When you are out in nature, trying to enjoy a peaceful time by yourself, there is hardly anything more annoying than those buzzing pests that are constantly trying to (or seemingly trying to) get a piece of you or leave a piece of them in you. Most of the time these little critters can be little more than a pain in the neck and inconvenience, but sometimes they can be more. When can we just ignore the pain and move on, and when should we do more?
Hymenoptera (Bees, Wasps and Ants)
These are an important group of venomous insects due to their abundance and the potential complications of their envenomation. In particular, over 350 fatal attacks by bees have been recorded, with over 190 having occurred in Mexico and future estimates in the area being 60 deaths a year.1 In the US there are already over 40 deaths a year from anaphylaxix due to hymenoptera stings.2 The most well-known cause is anaphylaxis, however to a non-allergic person the number of stings required from a honeybee to inflict death is estimated from 500-1500.1
Single stings from a hymanoptera species to an unsensitized person causes pain, wheal formation and potentially some edema.1 It can also cause lymphangitic streaks within 1-2 days, which should not be mistaken for cellulitis. Large local reactions are genearlly not dangerous as long as they do not occur on the face or near the airway.2 These reactions are due to the local release of vasoactive amines including histamine and dopamine, along with norephinephrine and kinins.2 Fire ant bites additionally can result in the formation of a vesicle that turns into a sterile pustule. Multiple bites or stings can lead to more serious symptoms such as diarrhea, vomiting, dyspnea, tachycardia, hypotension or collapse. Rare instances of renal failure, hemolytic anemia, encephalitis, myocarditis, Guillain-Barre syndrome and acute pancreatitis have also been documented.1,2 In the case of a sting, it is important to first remove the stinger as the venom sac can continue to pump venom.

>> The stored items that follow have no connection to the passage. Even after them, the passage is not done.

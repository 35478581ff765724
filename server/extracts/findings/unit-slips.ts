import type { Finding } from "#shared/api/extracts.ts";
import { conversionTo, unitChoices } from "#shared/units/units.ts";
import { unitOf } from "../cells.ts";
import { type Answers, accept, ask, isAccepted, said } from "./finding.ts";
import { columnOf, type Look, median, type UsedColumn } from "./look.ts";
import { type Slip, slipOf } from "./slips.ts";

const LEAST_SHARED = 5;
const LEAST_SHARE = 0.9;
/** Logarithm of 3 %: how sharp the ratio to the same stars elsewhere must be. */
const SHARP = 0.03;
const SCATTER = 0.1;

/** Quantities in which a factor can slip; magnitudes, logarithms and dates have none. */
const HAS_FACTOR = /^(?:ra|dec|pmra|pmdec|parallax|distance|teff|light_share)(?:_err)?$/;

/** Units that would put the numbers right: those whose step from the present one is the slip's. */
const remedies = ({ plan }: Look, { card, meaning }: UsedColumn, { factor }: Slip): Answers => {
  const now = conversionTo(meaning.unit, unitOf(card, plan))?.factor ?? 1;
  if (card.means === "ra" && Math.abs(factor - 1 / 15) < 1e-6) return [{ value: "hour", label: "Hours" }];
  if (card.means === "ra" && Math.abs(factor - 15) < 1e-6) return [{ value: "deg", label: "Degrees" }];
  return unitChoices(meaning.unit)
    .filter((unit) => {
      const other = conversionTo(meaning.unit, unit)?.factor ?? Number.NaN;
      return Math.abs((other / now) * factor - 1) < 1e-3;
    })
    .map((unit) => ({ value: `unit:${unit}`, label: unit || "pure numbers" }));
};

const askAboutSlip = (look: Look, u: UsedColumn, slip: Slip, message: string, count: number): Finding[] =>
  isAccepted(look.plan, "unit-slip", u.card.header)
    ? []
    : [
        ask(
          "unit-slip",
          message,
          "Look at the unit of the column. The numbers stay as they are until you say so.",
          {
            column: u.card.header,
            count,
            answers: [...remedies(look, u, slip), accept("The unit is right")],
          },
        ),
      ];

/** Against what other extracts say of the same stars. */
const againstOthers = (look: Look, u: UsedColumn): Finding[] => {
  const others = look.knowledge.shared?.values.get(u.card.means);
  if (!others || !HAS_FACTOR.test(u.card.means)) return [];
  const ratios = [...u.values]
    .map((value, row) => value / (others[row] ?? Number.NaN))
    .filter((ratio) => Number.isFinite(ratio) && ratio !== 0);
  const middle = median(ratios);
  const slip = ratios.length < LEAST_SHARED ? undefined : slipOf(middle, SHARP);
  if (!slip) return [];
  const close = ratios.filter((ratio) => Math.abs(ratio / middle - 1) <= SCATTER).length;
  if (close < ratios.length * LEAST_SHARE) return [];
  return askAboutSlip(
    look,
    u,
    slip,
    `“${u.card.header}” is ${slip.words} than in the other extracts for ${Math.round((close / ratios.length) * 100)} % of ${ratios.length} shared stars.`,
    ratios.length,
  );
};

const LEAST_STARS = 10;
/** Absolute magnitudes between which the middle star of any list lies (common practice, no source). */
const BRIGHTEST = -6;
const FAINTEST = 25;

/** Absolute magnitudes by parallax in mas and any magnitude of the file. */
const absoluteMagnitudes = (parallax: UsedColumn, magnitude: UsedColumn): number[] =>
  [...parallax.values]
    .map((mas, row) =>
      mas > 0 ? (magnitude.values[row] ?? Number.NaN) + 5 * Math.log10(mas / 1000) + 5 : Number.NaN,
    )
    .filter((m) => Number.isFinite(m));

/** Without other extracts: parallaxes that make giants of whole lists, or stars fainter than any. */
const byAbsoluteMagnitude = (look: Look): Finding[] => {
  const parallax = columnOf(look, "parallax");
  const magnitude = ["ks_mag", "g_mag", "j_mag", "v_mag"]
    .map((key) => columnOf(look, key))
    .find((u) => u !== undefined);
  if (!parallax || !magnitude) return [];
  const all = absoluteMagnitudes(parallax, magnitude);
  const middle = median(all);
  if (all.length < LEAST_STARS || (middle >= BRIGHTEST && middle <= FAINTEST)) return [];
  const isSmall = middle < BRIGHTEST;
  return askAboutSlip(
    look,
    parallax,
    { factor: isSmall ? 1 / 1000 : 1000, words: "" },
    `With “${parallax.card.header}” as it is read, half of the stars would be ${isSmall ? "brighter" : "fainter"} than M = ${said(Math.round(middle * 10) / 10)} in ${magnitude.meaning.label}, which no list of stars is. Numbers 1000 × ${isSmall ? "larger" : "smaller"} would be usual.`,
    all.length,
  );
};

/** Numbers that a slip of the unit has made too large or too small. */
export const slipFindings = (look: Look): Finding[] => {
  const compared = look.used
    .filter((u) => u.meaning.kind === "number")
    .flatMap((u) => againstOthers(look, u));
  const isKnown = compared.some((f) => f.column === columnOf(look, "parallax")?.card.header);
  return [...compared, ...(isKnown ? [] : byAbsoluteMagnitude(look))];
};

It is better to remove it quick than taking time to look for a knife or a credit card to scrape it off…time is of the essence and the notion that you will worsen the injury by squeezing in additional venom has been discredited.1,3 For the non-allergic stings, apply ice or a cold pack, take Benadryl (25-50mg every 4 hours) and Ibuprofen or Acetaminophen to help alleviate swelling and pain. For bee stings, application a past of baking soda and water has been suggested, but not supported. This is likewise for application of an acidic substance (e.g. vinegar, lemon juice) to wasp stings.3 Topical “sting sticks” and topical aspirin paste are also not effective. Meat tenderizer applied to the sites does however seem to be of value in helping to denature the venom and reduce pain.3 Topical antihistamines or steroids may help, and oral steroids can help resolve extensive local reactions (important to give for large local reactions near airway to prevent compromise).1,2
For anaphylaxis, inject epinephrine using an EpiPen in the anterolateral aspect of the thigh. Of note, EpiPens expire every 1-1.5 years, and a study done in rabbits previously found that expired epinephrine had significantly reduced bioavailability proportional to the number of months past due it was.4 However, if an expired EpiPen is all that is available it should be given as long as it is not discolored and there are no precipitates visible.4 If taking it along on a hike, it should remain at a temperature between 59°F – 86° F, which means if you are out on a cold hike it should be kept within your insulating layer and close to your body heat. One thing to keep in mind following Epinephrine injection is that in some people it may aggravate heart conditions and can lead to ventricular arrythmias. Having a heart condition is not a contraindication to receiving epinephrine, and a person in anaphylaxis should never have it withheld because of this.1
- Auerbach, Paul S. “Chapter 50: Arthropod Envenomation and Parasitism.” Wilderness Medicine. 6th ed. Philadelphia, PA: Elsevier/Mosby, 2012. Print.
- Casale, TB and Burks AW. “Hymenoptera-Sting Hypersensitivity.” NEJM 2014; 370: 1432-1439.
- Weiss, Eric A. “Insect Bites and Stings.” A Comprehensive Guide to Wilderness and Travel Medicine. Oakland, CA: Adventure Medical Kits, 1997. 121-28. Print.
- Estelle F, Simons R, Gu X, Simons KJ. Outdated EpiPen and EpiPen Jr autoinjectors: Past their prime? J Allergy Clin Immunol 2000;1025-1030.